Est-ce son amour des chats qui conditionne chez Blanchard son amour pour Léautaud ou pour Céline ? Il semble en tout cas que l’homme de lettres affectionne ces écrivains que l’on définit, à la va-vite, comme « maudits ». Féru de Barrès, passionné par le destin de Fontenoy, et cependant en studieuse admiration devant Proust. On lui pardonnera de qualifier Duras de « daube » en le voyant égratigner tant d’auteurs qui le méritent, ne serait-ce que coupables d’être trop encensés, tels Le Clézio ou Nourissier.

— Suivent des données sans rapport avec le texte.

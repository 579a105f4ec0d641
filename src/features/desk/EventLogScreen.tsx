import { useQuery } from "@apollo/client/react";
import { StyleSheet, View } from "react-native";

import { Button } from "@/components/Button";
import { Card } from "@/components/Card";
import { Empty } from "@/components/feedback/Empty";
import { Failed } from "@/components/feedback/Failed";
import { Loading } from "@/components/feedback/Loading";
import { Block, Caption } from "@/components/Text";
import { space } from "@/theme/tokens";
import { EventLogDocument } from "~graphql/generated/graphql";

import { EventRow, type LoggedEvent, utcDay } from "./EventRow";
import { MaintainerPage } from "./Gate";
import { LogFilterForm } from "./LogFilterForm";
import { type LogFilter, useLogFilter } from "./useLogFilter";

/** Desk, Event log: what happened in the registry, newest first, for maintainers. */
export function EventLogScreen() {
  return (
    <MaintainerPage
      title="Event log"
      subtitle="Every change of state, times in UTC"
      here="/desk/log"
    >
      <EventLog />
    </MaintainerPage>
  );
}

function EventLog() {
  const kept = useLogFilter();
  const { filter, before, query } = kept;
  const { data, previousData, loading, error, refetch } = useQuery(EventLogDocument, {
    variables: { filter, before },
    fetchPolicy: "network-only",
  });
  const page = (data ?? previousData)?.eventLog;
  const narrowed = Object.keys(filter).length > 0;
  return (
    <View style={styles.page}>
      <LogFilterForm kept={kept} />
      {loading && !page ? <Loading label="Fetching events" /> : null}
      {error && !page ? <Failed error={error} onRetry={() => void refetch()} /> : null}
      {page ? (
        <>
          <View style={styles.head}>
            <Caption>{`${page.total} ${page.total === 1 ? "event" : "events"}${narrowed ? " of this filter" : ""}`}</Caption>
            <View style={styles.actions}>
              {narrowed ? (
                <Button kind="text" icon="filter-off-outline" label="Clear" onPress={kept.clear} />
              ) : null}
              <Button label="CSV" icon="tray-arrow-down" href={`/api/log.csv${query}`} />
              <Button label="JSONL" icon="tray-arrow-down" href={`/api/log.jsonl${query}`} />
            </View>
          </View>
          {page.events.length === 0 ? (
            <Empty
              title={narrowed ? "No event is like this" : "Nothing has happened yet"}
              text={
                narrowed
                  ? "Ask for less: a part of a name, a record without its revision, more days."
                  : "Each submission, reading and decision will stand here."
              }
              action={
                narrowed ? (
                  <Button kind="tonal" label="Clear the filter" onPress={kept.clear} />
                ) : undefined
              }
            />
          ) : (
            <Days events={page.events} about={filter.about} onAbout={kept.set} />
          )}
          <View style={styles.pages} role="navigation" aria-label="Pages of the log">
            {before === null ? null : (
              <Button icon="arrow-up" label="Newest events" onPress={() => kept.goBefore(null)} />
            )}
            {page.next === null || page.next === undefined ? null : (
              <Button
                icon="arrow-down"
                label="Older events"
                busy={loading}
                onPress={() => kept.goBefore(page.next ?? null)}
              />
            )}
          </View>
        </>
      ) : null}
    </View>
  );
}

/** The events of a page under the days on which they happened. */
function Days({
  events,
  about,
  onAbout,
}: {
  events: readonly LoggedEvent[];
  about: string | undefined;
  onAbout: (changes: LogFilter) => void;
}) {
  const days: { day: string; events: LoggedEvent[] }[] = [];
  for (const event of events) {
    const day = utcDay(event.at);
    const last = days.at(-1);
    if (last?.day === day) last.events.push(event);
    else days.push({ day, events: [event] });
  }
  return days.map(({ day, events: ofDay }) => (
    <View key={`${day} ${ofDay[0]?.sequence}`} style={styles.day}>
      <Block level={2}>{day}</Block>
      <Card flush>
        <View role="list" aria-label={`Events of ${day}`}>
          {ofDay.map((event, index) => (
            <EventRow
              key={event.sequence}
              event={event}
              first={index === 0}
              onAbout={
                event.subject === about ? undefined : (subject) => onAbout({ about: subject })
              }
            />
          ))}
        </View>
      </Card>
    </View>
  ));
}

const styles = StyleSheet.create({
  page: { gap: space.m, maxWidth: 860 },
  head: {
    flexDirection: "row",
    flexWrap: "wrap",
    alignItems: "center",
    justifyContent: "space-between",
    gap: space.xs,
  },
  actions: {
    flexDirection: "row",
    flexWrap: "wrap",
    flexShrink: 1,
    alignItems: "center",
    gap: space.xs,
  },
  day: { gap: space.xs },
  pages: { flexDirection: "row", flexWrap: "wrap", gap: space.s },
});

Mais quand il écrit que Houellebecq et ses Particules élémentaires n’auraient pas eu tant de succès s’il n’y « avait pas mis du cul, et un max », ne le surprend-on pas en flagrant délit d’optimisme ?
« Voilà ce que c’est de vivre trop longtemps »
Est-il tellement misanthrope, ce Blanchard qui aime tant les livres qu’il « dépile » ses lectures et offre à son lecteur l’envie de découvrir des ouvrages passés inaperçus ? N’est-ce pas une perversité de notre temps que de qualifier de misanthropie celui qui confesse aimer les chats et les livres ?
Blanchard, surtout, a le « spleen », et se soupçonne une allergie à la vie. Devoir se restreindre en matière de tabac n’améliore pas son vague à l’âme, mais offre à ses mots des aphorismes aiguisés et des formules heureuses, si l’on peut dire.
Il y a du Jaccottet dans cette plume, un sens de la sobriété qui confine à la modestie. Une musique que l’on retrouve au fil des pages, où l’existence se déroule avec mélancolie et où la mort n’apparaît plus comme une perspective effrayante, mais comme un aboutissement réconfortant. La mort, « c’est d’être enfin arrivé », nous dit Blanchard.
On lui souhaitera cependant d’atteindre, à l’image de ses chats, un âge avancé. Lorsqu’il reste tant de livres à lire.